package compare

import (
	"errors"
	"fmt"
	"math"
	"slices"
	"strings"

	"tandem/compare/table"
)

// Columns compares the selected columns of two tables, after checking that
// their bins agree within opt.EdgeTol (relative; [Defaults] gives 1e-9).
// Each uncertainty column of a selection is an error source with its own
// correlation (see [Options]); an asymmetric pair VALUE_err_minus /
// VALUE_err_plus is one source, named VALUE_err. The results are adjusted
// together as one family at opt.Alpha ([AdjustFamily]).
func Columns(a, b *table.Table, sels []Selection, opt Options) ([]*Result, error) {
	if err := opt.Validate(); err != nil {
		return nil, err
	}
	if err := table.SameEdges(a, b, opt.EdgeTol); err != nil {
		return nil, err
	}
	if len(sels) == 0 {
		return nil, fmt.Errorf("%s: no value columns to compare", a.Source)
	}
	e := opt.effective()
	matched := map[string]bool{}
	out := make([]*Result, 0, len(sels))
	for _, sel := range sels {
		if e.Counts {
			r, err := countsColumn(a, b, sel, &opt)
			if err != nil {
				return nil, err
			}
			markCells(r, a)
			out = append(out, r)
			continue
		}
		s, err := buildSides(a, b, sel, &e, matched)
		if err != nil {
			return nil, err
		}
		r, err := compareSides(s, &opt)
		var nu *NoUncertaintyError
		switch {
		case errors.As(err, &nu):
			return nil, err
		case err != nil:
			return nil, fmt.Errorf("column %q: %w", sel.Value, err)
		}
		if countsLikePair(a, b, sel) {
			r.Warnings = append(r.Warnings, CountsLikeWarning)
		}
		markCells(r, a)
		out = append(out, r)
	}
	if err := unusedCorrelations(e, matched, sels); err != nil {
		return nil, err
	}
	if err := AdjustFamily(out, e.Alpha); err != nil {
		return nil, err
	}
	return out, nil
}

func sourceNames(sels []Selection) []string {
	var out []string
	for _, sel := range sels {
		out = append(out, sel.Errors...)
		for _, m := range sel.Minus {
			out = append(out, strings.TrimSuffix(m, "_minus"))
		}
	}
	return out
}

func quoteList(xs []string) string {
	q := make([]string, len(xs))
	for i, x := range xs {
		q[i] = fmt.Sprintf("%q", x)
	}
	if len(q) == 0 {
		return "none"
	}
	return strings.Join(q, ", ")
}

// buildSides reads one selection of both tables into error sources with
// their correlations. matched collects the Correlations keys used.
func buildSides(a, b *table.Table, sel Selection, e *Options, matched map[string]bool) (*sides, error) {
	for _, t := range []*table.Table{a, b} {
		if err := checkSelection(t, sel); err != nil {
			return nil, err
		}
	}
	s := &sides{column: sel.Value, labelA: a.Source, labelB: b.Source, lo: a.Lo, hi: a.Hi, a: a.Column(sel.Value), b: b.Column(sel.Value)}
	for k := range sel.Minus {
		s.asym = s.asym || !slices.Equal(a.Column(sel.Minus[k]), a.Column(sel.Plus[k])) || !slices.Equal(b.Column(sel.Minus[k]), b.Column(sel.Plus[k]))
	}
	for _, name := range sel.Errors {
		ca, cb := a.Column(name), b.Column(name)
		s.src = append(s.src, errSource{name: name, downA: ca, upA: ca, downB: cb, upB: cb})
	}
	for k := range sel.Minus {
		s.src = append(s.src, errSource{name: strings.TrimSuffix(sel.Minus[k], "_minus"),
			downA: a.Column(sel.Minus[k]), upA: a.Column(sel.Plus[k]),
			downB: b.Column(sel.Minus[k]), upB: b.Column(sel.Plus[k])})
	}
	overlapUsed := false
	for k := range s.src {
		src := &s.src[k]
		key, rho, ok := lookup(e.Correlations, src.name, sel.Value)
		switch {
		case ok:
			matched[key] = true
		case e.Overlap.Enabled() && matchesSource(src.name, sel.Value, e.overlapSource()):
			bins, err := overlapRho(a, b, e.Overlap)
			if err != nil {
				return nil, err
			}
			src.rhoBins, src.perBin, src.declared = bins, fmt.Sprintf("overlap %s/√(N_A N_B) from %q", e.Overlap.Common, e.Overlap.Count), true
			overlapUsed = true
			continue
		default:
			rho = e.Default
		}
		src.declared = rho.Set
		if rho.Column == "" {
			src.rho = rho.Value
			continue
		}
		bins, err := rhoColumn(a, b, rho.Column)
		if err != nil {
			return nil, err
		}
		src.rhoBins, src.perBin = bins, "column "+rho.Column
	}
	if e.Overlap.Enabled() && !overlapUsed && len(s.src) > 0 {
		return nil, fmt.Errorf("column %q: the event overlap sets the correlation of error source %q, which it does not have (sources: %s)",
			sel.Value, e.overlapSource(), quoteList(sourceNames([]Selection{sel})))
	}
	return s, nil
}

// checkSelection checks that the columns of sel exist in t and that no
// uncertainty is negative.
func checkSelection(t *table.Table, sel Selection) error {
	if t.Column(sel.Value) == nil {
		return table.Errorf(t.Source, 0, 0, "no value column %q (columns: %s)", sel.Value, strings.Join(t.Names, ", "))
	}
	if len(sel.Minus) != len(sel.Plus) {
		return fmt.Errorf("internal error: %d minus and %d plus error columns", len(sel.Minus), len(sel.Plus))
	}
	for _, name := range slices.Concat(sel.Errors, sel.Minus, sel.Plus) {
		c := t.Column(name)
		if c == nil {
			return table.Errorf(t.Source, 0, 0, "no uncertainty column %q (columns: %s)", name, strings.Join(t.Names, ", "))
		}
		for i, e := range c {
			if e < 0 {
				return table.Errorf(t.Source, binLine(t, i), 0, "bin %d: uncertainty %q is negative (%s)", i+1, name, table.Format(e))
			}
		}
	}
	return nil
}

// matchesSource reports whether error column name is source key of value
// column value: the same name, or VALUE_key.
func matchesSource(name, value, key string) bool {
	return name == key || name == value+"_"+key
}

// lookup finds the declared correlation of error column name.
func lookup(m map[string]Rho, name, value string) (string, Rho, bool) {
	if r, ok := m[name]; ok {
		return name, r, true
	}
	if suf, ok := strings.CutPrefix(name, value+"_"); ok {
		if r, ok := m[suf]; ok {
			return suf, r, true
		}
	}
	return "", Rho{}, false
}

// binLine is the source line of bin i of t, or 0.
func binLine(t *table.Table, i int) int {
	if i < len(t.Lines) {
		return int(t.Lines[i])
	}
	if t.Lines == nil && t.FirstLine > 0 {
		return t.FirstLine + i
	}
	return 0
}

// column finds a per-bin column in a, else in b.
func column(a, b *table.Table, name string) (*table.Table, []float64, error) {
	if c := a.Column(name); c != nil {
		return a, c, nil
	}
	if c := b.Column(name); c != nil {
		return b, c, nil
	}
	return nil, nil, table.Errorf(a.Source, 0, 0, "no column %q in %s or %s (columns: %s)", name, a.Source, b.Source, strings.Join(a.Names, ", "))
}

// rhoColumn reads a per-bin correlation column, checking its range.
func rhoColumn(a, b *table.Table, name string) ([]float64, error) {
	t, c, err := column(a, b, name)
	if err != nil {
		return nil, err
	}
	for i, v := range c {
		if !(v >= -1 && v <= 1) {
			return nil, table.Errorf(t.Source, binLine(t, i), 0, "bin %d: correlation %q is %s, outside [-1, 1]", i+1, name, table.Format(v))
		}
	}
	return c, nil
}

// overlapRho derives ρ_i = N_common,i / √(N_A,i N_B,i).
func overlapRho(a, b *table.Table, o Overlap) ([]float64, error) {
	na, nb := a.Column(o.Count), b.Column(o.Count)
	for _, x := range []struct {
		t *table.Table
		c []float64
	}{{a, na}, {b, nb}} {
		if x.c == nil {
			return nil, table.Errorf(x.t.Source, 0, 0, "no event-count column %q (columns: %s)", o.Count, strings.Join(x.t.Names, ", "))
		}
	}
	tc, nc, err := column(a, b, o.Common)
	if err != nil {
		return nil, err
	}
	out := make([]float64, len(na))
	for i := range out {
		for _, x := range []struct {
			t    *table.Table
			name string
			v    float64
		}{{a, o.Count, na[i]}, {b, o.Count, nb[i]}, {tc, o.Common, nc[i]}} {
			if x.v < 0 {
				return nil, table.Errorf(x.t.Source, binLine(x.t, i), 0, "bin %d: event count %q is negative (%s)", i+1, x.name, table.Format(x.v))
			}
		}
		if nc[i] > math.Min(na[i], nb[i]) {
			return nil, table.Errorf(tc.Source, binLine(tc, i), 0, "bin %d: %s common events, more than either chain selects (%s and %s)",
				i+1, table.Format(nc[i]), table.Format(na[i]), table.Format(nb[i]))
		}
		if na[i] > 0 && nb[i] > 0 {
			// √N_A·√N_B rather than √(N_A N_B): no overflow
			out[i] = math.Min(1, nc[i]/(math.Sqrt(na[i])*math.Sqrt(nb[i])))
		}
	}
	return out, nil
}

// unusedCorrelations refuses a correlation declared for a source that no
// compared column has (a misspelt name would otherwise be ignored).
func unusedCorrelations(e Options, matched map[string]bool, sels []Selection) error {
	var unknown []string
	for k := range e.Correlations {
		if !matched[k] {
			unknown = append(unknown, k)
		}
	}
	if len(unknown) == 0 {
		return nil
	}
	slices.Sort(unknown)
	return fmt.Errorf("correlation declared for %s, which is no error source of the compared columns (sources: %s)",
		quoteList(unknown), quoteList(sourceNames(sels)))
}
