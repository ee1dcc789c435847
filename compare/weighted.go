package compare

import (
	"errors"
	"fmt"
	"math"

	"gonum.org/v1/gonum/stat/distuv"
)

// TestWeighted names the per-bin entry of weighted counts: they have no
// exact per-bin test (see [WeightedTest]).
const TestWeighted = "weighted"

// Weighted-count criterion names.
const (
	CritWeightedChi2 = "weighted χ² p-value (Gagunashvili)"
	CritWeightedNorm = "normalisation p-value"
)

// WeightedStats are the tests of two weighted histograms.
type WeightedStats struct {
	// Chi2 and NDF are Gagunashvili's statistic and its degrees of
	// freedom, P its χ² upper tail.
	Chi2 float64 `json:"chi2"`
	NDF  int     `json:"ndf"`
	P    float64 `json:"p_value"`
	// Z and NormP test the totals: Z = (W_A - R W_B)/√(S_A + R² S_B),
	// two-sided normal p-value.
	Z     float64 `json:"norm_z"`
	NormP float64 `json:"norm_p_value"`
	// MinEffective is the smallest effective number of events w²/s² of a
	// bin that holds weight; the tests are asymptotic and want it large.
	MinEffective float64 `json:"min_effective_events"`
}

// WeightedTest compares two weighted histograms given per bin the sum of
// weights w and the sum of squared weights s². The shape is judged by the
// χ² test for two weighted histograms of N. D. Gagunashvili, "Chi-square
// tests for comparing weighted histograms", Nucl. Instrum. Meth. A 614
// (2010) 287:
//
//	X² = Σ_i (W_A w_B,i - W_B w_A,i)² / (W_A² s²_B,i + W_B² s²_A,i)
//
// with W = Σ_i w_i, over the m bins with weight in either histogram,
// asymptotically χ²(m - 1) when both describe the same distribution. It
// leaves the normalisation free (X² does not change when one histogram's
// weights are all scaled), so the totals are tested apart:
//
//	Z = (W_A - R·W_B) / √(S_A + R²·S_B),   S = Σ_i s²_i
//
// two-sided against N(0, 1), with R the exposure ratio (0 means 1). Both are asymptotic: they want many effective
// events w²/s² per bin. With unit weights and equal totals X² is Pearson's
// χ² of the 2×m table, Σ (n_A,i - n_B,i)²/(n_A,i + n_B,i).
//
// Sums of weights must be >= 0 and sums of squares >= 0, positive where
// the weight is.
func WeightedTest(wa, sa, wb, sb []float64, ratio float64) (*WeightedStats, error) {
	if ratio == 0 {
		ratio = 1
	}
	n := len(wa)
	if len(sa) != n || len(wb) != n || len(sb) != n {
		return nil, errors.New("weighted columns do not have one value per bin")
	}
	var WA, WB, SA, SB float64
	for i := range n {
		for _, x := range []struct {
			w, s float64
			side string
		}{{wa[i], sa[i], "A"}, {wb[i], sb[i], "B"}} {
			if !(x.w >= 0) || !(x.s >= 0) || math.IsInf(x.w, 0) || math.IsInf(x.s, 0) {
				return nil, fmt.Errorf("bin %d of %s: sum of weights %v and of squared weights %v must be finite and >= 0", i+1, x.side, x.w, x.s)
			}
			if x.w > 0 && x.s == 0 {
				return nil, fmt.Errorf("bin %d of %s: a sum of weights %v needs a positive sum of squared weights", i+1, x.side, x.w)
			}
		}
		WA, WB, SA, SB = WA+wa[i], WB+wb[i], SA+sa[i], SB+sb[i]
	}
	ws := &WeightedStats{MinEffective: math.Inf(1)}
	nan := math.NaN()
	if WA == 0 || WB == 0 {
		ws.Chi2, ws.P, ws.Z, ws.NormP, ws.MinEffective = nan, nan, nan, nan, nan
		return ws, nil
	}
	m := 0
	for i := range n {
		den := WA*WA*sb[i] + WB*WB*sa[i]
		if den == 0 {
			continue // no weight in either histogram
		}
		m++
		d := WA*wb[i] - WB*wa[i]
		ws.Chi2 += d * d / den
		for _, x := range [][2]float64{{wa[i], sa[i]}, {wb[i], sb[i]}} {
			if x[0] > 0 {
				ws.MinEffective = math.Min(ws.MinEffective, x[0]*x[0]/x[1])
			}
		}
	}
	ws.NDF = m - 1
	ws.P = nan
	if ws.NDF > 0 {
		ws.P = distuv.ChiSquared{K: float64(ws.NDF)}.Survival(ws.Chi2)
	}
	ws.Z = (WA - ratio*WB) / math.Sqrt(SA+ratio*ratio*SB)
	ws.NormP = math.Erfc(math.Abs(ws.Z) / math.Sqrt2)
	return ws, nil
}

####################

The line containing "if x[0] > 0" marks the start; retype it and each line after it through the end of the records above, exactly.

			if x[0] > 0 {
				ws.MinEffective = math.Min(ws.MinEffective, x[0]*x[0]/x[1])
			}
		}
	}
	ws.NDF = m - 1
	ws.P = nan
	if ws.NDF > 0 {
		ws.P = distuv.ChiSquared{K: float64(ws.NDF)}.Survival(ws.Chi2)
	}
	ws.Z = (WA - ratio*WB) / math.Sqrt(SA+ratio*ratio*SB)
	ws.NormP = math.Erfc(math.Abs(ws.Z) / math.Sqrt2)
	return ws, nil
}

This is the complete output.